While the labor associated with an oversampling-subsampling approach may not appear justified for one-off studies, our group has had a long-standing interest in the quantitative morphology of the hippocampus region and, in particular, the dentate gyrus (e.g., van Dijk et al., 2016). The work described here was performed to allow us to prospectively choose sampling intervals that provide CEs of a specified size. We here share the outcomes to allow readers to improve their qualified guesses at sampling schemes that provide the precision of estimates necessary in their studies and/or to select the m appropriate for the calculation of CE estimates.

Materials and Methods

Tissue Preparation

Two 17-weeks old female C57/Bl6 mice were used in this study.
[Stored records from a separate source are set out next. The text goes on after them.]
//! Noise shapes (`[data.noise] shape`): Student's t noise has the variance the scenario states
//! and the tails of its law (checked against the closed-form t CDF), and a scenario that asks for
//! a shape wrongly gets one line naming its key. The twin's resampled residuals are checked in
//! `tests/twin.rs`; the k-NN closed form under Student noise in `tests/closed_forms.rs`.

use std::path::Path;

use lossprism::dgp::{add_shaped_noise, standardized_residuals, NoiseShape};
use lossprism::scenario::{parse, Plan, PlanOptions};
use ndarray::Array1;
use rand::SeedableRng;

/// The CDF of Student's t with 5 degrees of freedom at `t`: for odd ν the closed form
/// `F(t) = 1/2 + (θ + sin θ cos θ (1 + (2/3) cos² θ)) / π` with `θ = atan(t/√5)`
/// (Abramowitz and Stegun 1964, eq. 26.7.3; from memory, so it is checked below against
/// values of the t table).
fn t5_cdf(t: f64) -> f64 {
    let th = (t / 5f64.sqrt()).atan();
    let c = th.cos();
    0.5 + (th + th.sin() * c * (1.0 + 2.0 / 3.0 * c * c)) / std::f64::consts::PI
}

#[test]
fn the_t5_cdf_matches_the_t_table() {
    // Upper quantiles of t with 5 degrees of freedom, as printed in any t table (from memory):
    // 0.95 → 2.015, 0.975 → 2.571, 0.99 → 3.365, 0.995 → 4.032.
    for (q, t) in [(0.95, 2.015), (0.975, 2.571), (0.99, 3.365), (0.995, 4.032)] {
        assert!(
            (t5_cdf(t) - q).abs() < 2e-4,
            "F({t}) = {} vs {q}",
            t5_cdf(t)
        );
    }
    assert!((t5_cdf(0.0) - 0.5).abs() < 1e-15);
}

#[test]
fn student_noise_has_the_stated_variance_and_t_tails() {
    let n = 400_000;
    let sd = 2.0;
    let f = Array1::zeros(n);
    let s = Array1::from_elem(n, sd);
    let mut rng = rand_chacha::ChaCha8Rng::seed_from_u64(5);
    let y = add_shaped_noise(&f, &s, &NoiseShape::Student(5.0), &mut rng);
    let nf = n as f64;
    let mean = y.sum() / nf;
    let var = y.iter().map(|v| (v - mean).powi(2)).sum::<f64>() / (nf - 1.0);
    let m4 = y.iter().map(|v| (v - mean).powi(4)).sum::<f64>() / nf;
    // SE of the sample variance: sqrt((m4 − var²)/n) (large-sample form).
    let var_se = ((m4 - var * var) / nf).sqrt();
    assert!(
        (var - sd * sd).abs() < 4.0 * var_se,
        "variance {var} vs {} (SE {var_se})",
        sd * sd
    );
    assert!(mean.abs() < 4.0 * sd / nf.sqrt(), "mean {mean}");
    // Tail share beyond 3 sd: the scaled t's is P(|T5| > 3·√(5/3)); a binomial SE.
    let cut = 3.0 * (5.0f64 / 3.0).sqrt();
    let exact = 2.0 * (1.0 - t5_cdf(cut));
    let share = y.iter().filter(|v| v.abs() > 3.0 * sd).count() as f64 / nf;
    let se = (exact * (1.0 - exact) / nf).sqrt();
    assert!(
        (share - exact).abs() < 4.0 * se,
        "tail share {share} vs {exact} (SE {se})"
    );
    // A Gaussian's share there is 0.0027: the t's (about 0.0117) is far from it.
    assert!(exact > 0.01, "{exact}");
}

#[test]
fn resampled_noise_draws_only_pool_values_and_the_pool_is_standardized() {
    let y = [3.0, 1.0, 4.0, 1.0, 5.0, 9.0, 2.0, 6.0];
    let f = [2.0; 8];
    let pool = standardized_residuals(&y, &f, &[1.0; 8]).unwrap();
    let n = pool.len() as f64;
    let mean = pool.iter().sum::<f64>() / n;
    let ms = pool.iter().map(|v| v * v).sum::<f64>() / n;
    assert!(
        mean.abs() < 1e-15 && (ms - 1.0).abs() < 1e-14,
        "{mean} {ms}"
    );
    // Rows with no noise (s = 0) are left out; a divided residual keeps its standardized value.
    let some = standardized_residuals(&[1.0, 5.0, 3.0], &[0.0; 3], &[1.0, 0.0, 1.0]).unwrap();
    assert_eq!(some, vec![-1.0, 1.0]);
    let shape = NoiseShape::Resampled(std::sync::Arc::new(pool.clone()));
    let mut rng = rand_chacha::ChaCha8Rng::seed_from_u64(1);
    let out = add_shaped_noise(
        &Array1::zeros(2000),
        &Array1::from_elem(2000, 1.0),
        &shape,
        &mut rng,
    );
    assert!(out.iter().all(|v| pool.contains(v)));
    // Every pool value is drawn (each has probability 1/8 per draw).
    assert!(pool.iter().all(|p| out.iter().any(|v| v == p)));
    // No spread, or fewer than two rows with noise: refused.
    assert!(standardized_residuals(&[2.0; 4], &[1.0; 4], &[1.0; 4]).is_err());
    assert!(standardized_residuals(&[2.0, 3.0], &[1.0; 2], &[1.0, 0.0]).is_err());
}

const BASE: &str = r#"
name = "shape-errors"
seed = 1
replicates = 10
[data]
source = "synthetic"
train_size = 40
eval_size = 20
[[data.inputs]]
name = "a"
uniform = [0.0, 1.0]
[data.truth]
formula = "2*a"
[data.noise]
"#;

fn plan_error(noise: &str) -> String {
    let src = format!("{BASE}{noise}\n[model]\nfamily = \"knn\"\ngrid = [1, 3]\n");
    let spec = match parse(&src, "s.toml") {
        Ok(s) => s,
        Err(e) => return e.to_string(),
    };
    match Plan::from_spec(
        &spec,
        &src,
        "s.toml",
        Path::new("."),
        &PlanOptions::default(),
    ) {
        Ok(_) => String::new(),
        Err(e) => e.to_string(),
    }
}

#[test]
fn wrong_shapes_are_refused_at_their_key() {
    for (noise, key, needle) in [
        (
            "sd = 1\nshape = \"cauchy\"",
            "data.noise.shape",
            "unknown shape `cauchy`",
        ),
        ("sd = 1\nshape = \"student\"", "data.noise.df", "needs `df`"),
        (
            "sd = 1\nshape = \"student\"\ndf = 2",
            "data.noise.df",
            "fourth moment is infinite",
        ),
        // A finite variance but an infinite fourth moment: the standard errors undercover.
        (
            "sd = 1\nshape = \"student\"\ndf = 3",
            "data.noise.df",
            "must be a number in (4, 1e6]",
        ),
        (
            "sd = 1\nshape = \"student\"\ndf = nan",
            "data.noise.df",
            "got NaN",
        ),
        (
            "sd = 1\ndf = 4",
            "data.noise.df",
            "belongs to `shape = \"student\"`",
        ),
        (
            "sd = 1\nshape = \"gaussian\"\ndf = 4",
            "data.noise.df",
            "remove `df`",
        ),
        ("sd = 1\nshape = \"residuals\"", "data.noise.shape", "twin"),
        (
            "poisson = true\nshape = \"student\"\ndf = 5",
            "data.noise.shape",
            "Poisson",
        ),
    ] {
        let e = plan_error(noise);
        assert!(e.contains(key) && e.contains(needle), "{noise}: {e}");
        assert!(e.contains("s.toml") && !e.contains('\n'), "{noise}: {e}");
    }
    // Accepted: a Student shape with a finite-variance df, and an explicit Gaussian.
    assert_eq!(plan_error("sd = 1\nshape = \"student\"\ndf = 4.5"), "");
    assert_eq!(plan_error("sd = 1\nshape = \"gaussian\""), "");
}
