/// Solves `A X = B` (A `p × p`, B `p × q`, both row-major) by Gaussian elimination with partial
/// pivoting. Written here so the ridge check does not reuse the library's linear algebra.
fn solve(mut a: Vec<Vec<f64>>, mut b: Vec<Vec<f64>>) -> Vec<Vec<f64>> {
    let p = a.len();
    for col in 0..p {
        let piv = (col..p)
            .max_by(|&i, &j| a[i][col].abs().total_cmp(&a[j][col].abs()))
            .expect("non-empty");
        a.swap(col, piv);
        b.swap(col, piv);
        let d = a[col][col];
        assert!(d.abs() > 1e-300, "singular system");
        for row in col + 1..p {
            let factor = a[row][col] / d;
            if factor == 0.0 {
                continue;
            }
            let (top, bottom) = a.split_at_mut(row);
            for (v, &w) in bottom[0][col..].iter_mut().zip(&top[col][col..]) {
                *v -= factor * w;
            }
            let (top, bottom) = b.split_at_mut(row);
            for (v, &w) in bottom[0].iter_mut().zip(&top[col]) {
                *v -= factor * w;
            }
        }
    }
    let q = b[0].len();
    let mut x = vec![vec![0.0; q]; p];
    for row in (0..p).rev() {
        for k in 0..q {
            let mut s = b[row][k];
            for j in row + 1..p {
                s -= a[row][j] * x[j][k];
            }
            x[row][k] = s / a[row][row];
        }
    }
    x
}

/// Hat matrix `H = B (BᵀB)⁻¹ Bᵀ` of an `n × q` basis matrix (rows), via [`solve`].
fn hat_matrix(basis: &[Vec<f64>]) -> Vec<Vec<f64>> {
    let n = basis.len();
    let q = basis[0].len();
    let btb: Vec<Vec<f64>> = (0..q)
        .map(|a| {
            (0..q)
                .map(|b| (0..n).map(|i| basis[i][a] * basis[i][b]).sum())
                .collect()
        })
        .collect();
    let bt: Vec<Vec<f64>> = (0..q)
        .map(|a| (0..n).map(|i| basis[i][a]).collect())
        .collect();
    let coef = solve(btb, bt); // (BᵀB)⁻¹ Bᵀ, q × n
    (0..n)
        .map(|i| {
            (0..n)
                .map(|j| (0..q).map(|a| basis[i][a] * coef[a][j]).sum())
                .collect()
        })
        .collect()
}

/// Checks a fixed-design k-NN run evaluated at the design against ESL eq. 7.10.
fn check_knn_fixed(label: &str, plan: &Plan, out: &Outcome, sigma: f64) {
    let (x, f) = fixed_design(out);
    let n = x.nrows();
    assert_eq!(
        out.prepared.eval_x, x,
        "eval = design evaluates at the design"
    );
    for (g, &kf) in plan.model().grid.iter().enumerate() {
        let k = kf as usize;
        // ESL eq. 7.10: at a fixed design the k-NN fit at x0 has variance σ²/k and bias
        // f(x0) - (1/k) Σ_{l ∈ N_k(x0)} f(x_l).
        let exact_var = sigma * sigma / k as f64;
        let exact_b2 = (0..n)
            .map(|i| {
                let nb = neighbours(x.view(), x.row(i), k);
                assert_eq!(nb.len(), k);
                let fbar = nb.iter().map(|&l| f[l]).sum::<f64>() / k as f64;
                (f[i] - fbar).powi(2)
            })
            .sum::<f64>()
            / n as f64;
        let t = &sq(out).terms[g];
        let se = &sq(out).stderr[g];
        assert_within(
            &format!("{label} k = {k} variance"),
            t.variance,
            exact_var,
            se.variance,
        );
        assert_within(
            &format!("{label} k = {k} bias_sq"),
            t.bias_sq,
            exact_b2,
            se.bias_sq,
        );
        assert!((t.noise - sigma * sigma).abs() < 1e-12);
    }
}

/// The scenario of tests 1a and 1c: k-NN on an evenly spaced one-input fixed design (an
/// invented sensor line), with `noise` as its `[data.noise]` body.
fn sensor_line(name: &str, seed: u64, noise: &str) -> String {
    format!(
        r#"
# Invented scenario: a sensor reads a smooth temperature bump at 120 fixed positions.
name = "{name}"
seed = {seed}
replicates = 320

[data]
source = "synthetic"
train_size = 120
design = "fixed"
eval = "design"

[[data.inputs]]
name = "position"
even = [0.0, 1.0]

[data.truth]
formula = "20 + 6*exp(-((position - 0.4)/0.12)^2) + 2*position"

[data.noise]
{noise}

[model]
family = "knn"
grid = [1, 2, 3, 5, 8, 13, 21, 34]
"#
    )
}

/// Test 1a: k-NN on an evenly spaced one-input fixed design (invented sensor line).
#[test]
fn knn_fixed_design_one_input_matches_esl_7_10() {
    let src = sensor_line("closed-form-knn-1d", 7, "sd = 0.8");
    let (plan, out) = run_text(&src, &PlanOptions::default());
    check_knn_fixed("1 input", &plan, &out, 0.8);
}

/// Test 1c: the same closed form with heavy-tailed noise (Student's t, 5 degrees of freedom,
/// scaled to sd 0.8; the sensor line with occasional large reading errors). ESL eq. 7.10 needs
/// only the noise's variance, so the exact terms are the Gaussian case's; the replicates'
/// spread, and so the standard errors, see the tails.
#[test]
fn knn_fixed_design_with_student_noise_matches_esl_7_10() {
    let src = sensor_line(
        "closed-form-knn-1d-student",
        17,
        "sd = 0.8\nshape = \"student\"\ndf = 5",
    );
    let (plan, out) = run_text(&src, &PlanOptions::default());
    check_knn_fixed("1 input, student noise", &plan, &out, 0.8);
}
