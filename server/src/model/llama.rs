//! The decoder family (Llama and its relatives): RMSNorm, rotary positions, grouped-query
//! attention, SwiGLU, optional biases, optional tied embeddings, and a KV cache per sequence.
//!
//! A forward pass takes a ragged batch: each sequence brings any number of new tokens (a whole
//! prompt to prefill, or one token to decode) and its own cache. All new tokens form one flat
//! `[rows, hidden]` matrix, so every projection runs once for the whole batch, whatever each
//! sequence's length; only attention, which reads each sequence's own cache, runs per sequence.

use std::collections::BTreeMap;

use std::sync::Arc;

use candle_core::{DType, Result, Tensor};
use candle_nn::{Module as _, RmsNorm};
use serde::Deserialize;
use switchyard_adapters::tensors::with_f32;
use switchyard_adapters::{BaseSpec, Module, Site};
use switchyard_kernels::{
    PackedWeight, WeightFormat, axpy, dot, matmul::LIBRARY_ROWS_F32, packed_matmul,
};

use crate::model::checkpoint::Weights;
use crate::model::linear::{AdaptedLinear, RowAdapters};

/// Rope settings, as found in `rope_parameters` (newer checkpoints) or `rope_scaling` (older).
#[derive(Debug, Clone, Default, Deserialize)]
pub struct RopeParameters {
    #[serde(default)]
    pub rope_theta: Option<f64>,
    #[serde(default, alias = "type")]
    pub rope_type: Option<String>,
    #[serde(default)]
    pub factor: Option<f64>,
    #[serde(default)]
    pub low_freq_factor: Option<f64>,
    #[serde(default)]
    pub high_freq_factor: Option<f64>,
    #[serde(default)]
    pub original_max_position_embeddings: Option<usize>,
    /// The share of each head's dimensions that rotate (Phi-3's configs name it; only 1 is
    /// supported).
    #[serde(default)]
    pub partial_rotary_factor: Option<f64>,
}

/// A token id field that checkpoints write either as one number or as a list.
#[derive(Debug, Clone, Deserialize)]
#[serde(untagged)]
pub enum TokenIds {
    One(u32),
    Many(Vec<u32>),
}

impl TokenIds {
    pub fn to_vec(&self) -> Vec<u32> {
        match self {
            TokenIds::One(id) => vec![*id],
            TokenIds::Many(ids) => ids.clone(),
        }
    }
}

/// The fields of a Llama-family config.json, read the way different library versions write them.
#[derive(Debug, Clone, Deserialize)]
pub struct LlamaConfig {
    pub vocab_size: usize,
    pub hidden_size: usize,
    pub intermediate_size: usize,
    pub num_hidden_layers: usize,
    pub num_attention_heads: usize,
    #[serde(default)]
    pub num_key_value_heads: Option<usize>,
    #[serde(default)]
    pub head_dim: Option<usize>,
    #[serde(default)]
    pub rope_theta: Option<f64>,
    #[serde(default)]
    pub rope_parameters: Option<RopeParameters>,
    #[serde(default)]
    pub rope_scaling: Option<RopeParameters>,
    #[serde(default = "default_rms_eps")]
    pub rms_norm_eps: f64,
    /// Absent: tied for Gemma (its config's default), untied otherwise; see [`Self::tied`].
    #[serde(default)]
    pub tie_word_embeddings: Option<bool>,
    #[serde(default = "default_max_positions")]
    pub max_position_embeddings: usize,
    #[serde(default)]
    pub bos_token_id: Option<TokenIds>,
    #[serde(default)]
    pub eos_token_id: Option<TokenIds>,
    /// `llama`, `mistral` or `qwen2` (the relatives this runtime implements).
    #[serde(default = "default_model_type")]
    pub model_type: String,
    #[serde(default)]
    pub hidden_act: Option<String>,
    /// Gemma's name for the MLP activation (it takes precedence over `hidden_act` there).
    #[serde(default)]
    pub hidden_activation: Option<String>,
    /// Attention over at most this many positions (the query's own included), on the layers
    /// that slide (Mistral: every layer; Qwen2: per `use_sliding_window`, `max_window_layers`;
    /// any family: per `layer_types` where the config lists them).
    #[serde(default)]
    pub sliding_window: Option<usize>,
    #[serde(default)]
    pub use_sliding_window: Option<bool>,
    #[serde(default)]
    pub max_window_layers: Option<usize>,
    #[serde(default)]
    pub layer_types: Option<Vec<String>>,
    #[serde(default)]
    pub partial_rotary_factor: Option<f64>,
}

fn default_model_type() -> String {
    "llama".into()
}

/// The `model_type`s the decoder runtime implements.
pub const DECODER_TYPES: [&str; 5] = ["llama", "mistral", "qwen2", "gemma", "phi3"];

/// The MLP's gate activation.
#[derive(Debug, Clone, Copy, PartialEq, Eq)]
pub enum Activation {
    /// `silu` (Llama, Mistral, Qwen2).
    Silu,
    /// `gelu_pytorch_tanh`: GELU by its tanh approximation (Gemma's GeGLU).
    GeluTanh,
}

fn default_rms_eps() -> f64 {
    1e-6
}
fn default_max_positions() -> usize {
    2048
}

impl LlamaConfig {
    pub fn kv_heads(&self) -> usize {
        self.num_key_value_heads.unwrap_or(self.num_attention_heads)
    }

    pub fn head_dim(&self) -> usize {
        self.head_dim
            .unwrap_or(self.hidden_size / self.num_attention_heads)
    }

    fn rope(&self) -> RopeParameters {
        self.rope_parameters
            .clone()
            .or_else(|| self.rope_scaling.clone())
            .unwrap_or_default()
    }

    /// The rope base: top-level `rope_theta`, else inside `rope_parameters` / `rope_scaling`,
    /// else 10000 (the original Llama value).
    pub fn theta(&self) -> f64 {
        self.rope_theta
            .or(self.rope().rope_theta)
            .unwrap_or(10_000.0)
    }

    /// Refuses what this runtime does not implement, naming the config field.
    pub fn check_supported(&self) -> Result<()> {
        if !DECODER_TYPES.contains(&self.model_type.as_str()) {
            candle_core::bail!(
                "config.json: model_type {:?} is not a decoder switchyard runs (supported: {})",
                self.model_type,
                DECODER_TYPES.join(", ")
            );
        }
        self.activation()?;
        if let Some(f) = self
            .rope()
            .partial_rotary_factor
            .or(self.partial_rotary_factor)
            && f != 1.0
        {
            candle_core::bail!(
                "config.json: partial_rotary_factor {f} is not supported (only 1: every dimension of a head rotates)"
            );
        }
        if self.sliding_window == Some(0) {
            candle_core::bail!("config.json: sliding_window 0 leaves nothing to attend to");
        }
        self.windows().map(|_| ())
    }

    fn is_gemma(&self) -> bool {
        self.model_type == "gemma"
    }

    /// Whether the output head is the embedding table.
    pub fn tied(&self) -> bool {
        self.tie_word_embeddings.unwrap_or(self.is_gemma())
    }

    /// The MLP activation: Gemma's `hidden_activation` (default `gelu_pytorch_tanh`), else
    /// `hidden_act` (default `silu`); anything else is refused naming the field.
    pub fn activation(&self) -> Result<Activation> {
        let (field, name) = match (&self.hidden_activation, self.is_gemma()) {
            (Some(a), true) => ("hidden_activation", a.as_str()),
            (None, true) => (
                "hidden_act",
                self.hidden_act.as_deref().unwrap_or("gelu_pytorch_tanh"),
            ),
            _ => ("hidden_act", self.hidden_act.as_deref().unwrap_or("silu")),
        };
        match name {
            "silu" => Ok(Activation::Silu),
            "gelu_pytorch_tanh" => Ok(Activation::GeluTanh),
            other => candle_core::bail!(
                "config.json: {field} {other:?} is not supported for model_type {:?} (supported: silu, gelu_pytorch_tanh)",
                self.model_type
            ),
        }
    }

    /// Gemma scales the embedding rows by the square root of the hidden size.
    fn embed_scale(&self) -> Option<f32> {
        self.is_gemma().then(|| (self.hidden_size as f32).sqrt())
    }

    /// Each layer's attention window (`None`: every earlier position).
    pub fn windows(&self) -> Result<Vec<Option<usize>>> {
        let layers = self.num_hidden_layers;
        if let Some(types) = &self.layer_types {
            if types.len() != layers {
                candle_core::bail!(
                    "config.json: layer_types lists {} layers; num_hidden_layers is {layers}",
                    types.len()
                );
            }
            return types
                .iter()
                .enumerate()
                .map(|(i, t)| match (t.as_str(), self.sliding_window) {
                    ("full_attention", _) => Ok(None),
                    ("sliding_attention", Some(w)) => Ok(Some(w)),
                    ("sliding_attention", None) => candle_core::bail!(
                        "config.json: layer_types[{i}] is sliding_attention but sliding_window is not set"
                    ),
                    (other, _) => candle_core::bail!(
                        "config.json: layer_types[{i}] {other:?} is not supported (supported: full_attention, sliding_attention)"
                    ),
                })
                .collect();
        }
        Ok(match self.model_type.as_str() {
            "mistral" | "phi3" => vec![self.sliding_window; layers],
            // Qwen2 configs without layer_types: the layers from max_window_layers on slide
            // when use_sliding_window is set (what transformers 5.24's Qwen2Config derives for
            // its layer_types; checked with that library).
            "qwen2" if self.use_sliding_window == Some(true) => {
                let from = self.max_window_layers.unwrap_or(0);
                (0..layers)
                    .map(|i| if i >= from { self.sliding_window } else { None })
                    .collect()
            }
            _ => vec![None; layers],
        })
    }

    pub fn eos_ids(&self) -> Vec<u32> {
        self.eos_token_id
            .as_ref()
            .map(TokenIds::to_vec)
            .unwrap_or_default()
    }

    /// Inverse frequencies of the rotary embedding, with the checkpoint's scaling rule.
    fn inv_freq(&self) -> Result<Vec<f64>> {
        let d = self.head_dim();
        let theta = self.theta();
        let base: Vec<f64> = (0..d / 2)
            .map(|i| 1.0 / theta.powf(2.0 * i as f64 / d as f64))
            .collect();
        let rope = self.rope();
        match rope.rope_type.as_deref().unwrap_or("default") {
            "default" => Ok(base),
            "linear" => {
                let factor = rope.factor.unwrap_or(1.0);
                Ok(base.into_iter().map(|f| f / factor).collect())
            }
            "llama3" => {
                let factor = rope.factor.unwrap_or(8.0);
                let low = rope.low_freq_factor.unwrap_or(1.0);
                let high = rope.high_freq_factor.unwrap_or(4.0);
                let old = rope.original_max_position_embeddings.unwrap_or(8192) as f64;
                let low_wavelen = old / low;
                let high_wavelen = old / high;
                Ok(base
                    .into_iter()
                    .map(|f| {
                        let wavelen = 2.0 * std::f64::consts::PI / f;
                        if wavelen < high_wavelen {
                            f
                        } else if wavelen > low_wavelen {
                            f / factor
                        } else {
                            let smooth = (old / wavelen - low) / (high - low);
                            (1.0 - smooth) * f / factor + smooth * f
                        }
                    })
                    .collect())
            }
            other => candle_core::bail!(
                "config.json rope type {other:?} is not supported (supported: default, linear, llama3)"
            ),
        }
    }
}
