async function poll(generation) {
  const started = Date.now();
  try {
    const last = view.samples[view.samples.length - 1];
    const [adapters, splits, metricsText, recent] = await Promise.all([
      api("/admin/adapters"), api("/admin/splits"), api("/metrics", true),
      api("/admin/history" + (last ? "?since_ms=" + last.at_ms : "")),
    ]);
    const readouts = await Promise.all(splits.splits.map((s) =>
      api("/admin/splits/" + encodeURIComponent(s.name) + "/readout").catch(() => null)));
    if (generation !== view.generation) return;
    view.sampleMs = recent.interval_ms;
    view.samples.push(...recent.samples);
    while (view.samples.length && view.samples[0].at_ms < recent.now_ms - HISTORY_MS) view.samples.shift();
    render(adapters, splits.splits, readouts, parseMetrics(metricsText));
    $("freshness").textContent = "updated " + new Date().toLocaleTimeString();
  } catch (err) {
    if (generation !== view.generation) return;
    if (err instanceof Refused) {
      sessionStorage.removeItem(TOKEN_KEY);
      showSignIn("The server refused that token (" + err.message + ").");
      return;
    }
    $("freshness").textContent = "could not reach the server (" + err.message + "); retrying";
  }
  if (generation !== view.generation) return;
  view.timer = setTimeout(() => poll(generation), Math.max(0, POLL_MS - (Date.now() - started)));
}

// ---- drawing ----------------------------------------------------------------------------------

function render(adapters, splits, readouts, metrics) {
  const now = Date.now();
  const requests = {};
  const errors = {};
  let queue = 0;
  for (const m of metrics) {
    if (m.name === "switchyard_requests_total") {
      const a = m.labels.adapter;
      requests[a] = (requests[a] || 0) + m.value;
      if (Number(m.labels.status) >= 400) errors[a] = (errors[a] || 0) + m.value;
    } else if (m.name === "switchyard_queue_depth") {
      queue = m.value;
    }
  }
  const mem = adapters.memory;
  view.history.push({ t: now, requests, errors });
  while (view.history.length && view.history[0].t < now - 2 * 60 * 1000) view.history.shift();

  const base = adapters.base;
  $("base-weights").textContent = base.weights;
  $("base-kernels").textContent = base.kernels;
  $("base-library").textContent = base.library || "none: our own kernels only";
  $("base-bytes").textContent = bytes(base.weight_bytes);
  $("queue-depth").textContent = String(queue);
  $("queue-chart").replaceChildren(sparkline([...view.samples.map((s) => s.queued), queue],
    "queued requests over the last hour", "var(--blue)"));

  renderMemory(mem, metrics);
  renderSwaps(metrics);
  view.last = [adapters.adapters, requests, errors];
  renderAdapters(...view.last);
  renderSplits(splits, readouts);
}
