EMBED_SENTENCES = [
    "Hi, could I book a brake bleed for my hydraulic discs at the Foundry Street shop this Saturday morning?",
    "You promised my rear wheel would be trued by Tuesday and it is now Friday with no phone call from anyone.",
    "Do you keep eleven-speed chains in stock for a road bike, and could someone fit one while I wait?",
    "The mechanic at your Cedar Falls branch finally found the creak in my bottom bracket. Thank you so much!",
    "Can I drop off my daughter's balance bike for a new inner tube before the school term starts?",
    "My invoice says full service, but only the gears were adjusted. Please look at order 4471 again.",
    "Is the winter tune-up package still discounted for cycling club members until the end of the month?",
    "Since I picked up my touring bike, the front derailleur rubs the big chainring on every climb.",
]

# A few paragraphs to train the tiny byte-level BPE on.
BPE_CORPUS = [
    "Ridgeline Cycle Works runs five repair shops along the valley, from the old mill on Foundry Street "
    "to the new branch beside the Cedar Falls trailhead. Every shop keeps a workstand free for walk-in "
    "repairs, and every mechanic carries a torque wrench, a chain checker and a spoke key.",
    "A customer booked a brake bleed for Saturday morning. The mechanic flushed the old fluid from both "
    "calipers, bled the rear brake twice, checked the pads for glazing and wrote the results on the "
    "repair ticket before the customer came back at noon.",
    "Wheel truing is the job that fills the queue each spring. The wheel goes on the truing stand, the "
    "mechanic plucks each spoke to hear its tension, tightens the loose ones a quarter turn at a time, "
    "and spins the rim until the wobble is gone. A late wheel means an apology and a discount voucher.",
    "The winter tune-up covers gears, brakes, bearings and cables. The shop cleans the drivetrain, "
    "replaces a worn chain, adjusts the front derailleur so it does not rub, greases the headset, and "
    "checks the bottom bracket for creaks. Club members pay less for the tune-up until the end of March.",
    "Customers write in with questions every day: can I drop off a balance bike for a new inner tube, do "
    "you stock tubeless sealant, why does my saddle squeak, when will my touring bike be ready, and who "
    "do I call about a wrong invoice. The front desk answers each message before the shop closes.",
    "Ridgeline mechanics log every repair: the frame size, the tyre pressure, the brake pads fitted, the "
    "chain wear reading and the time spent on the stand. The log helps the next mechanic who sees the "
    "same bike, and it helps the shop quote a fair price for the next service.",
]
Animals were deeply anaesthetized with sodium pentobarbital (50 mg/kg) and perfused transcardially with 100 ml 4% paraformaldehyde in 0.13 M phosphate buffer (pH 7.4). All procedures were conducted in accordance with the Swiss animal welfare guidelines and approved by the cantonal veterinarian office of Zürich, Switzerland. The brains were dissected, split into left and right hemispheres using a razor blade, and post-fixed overnight.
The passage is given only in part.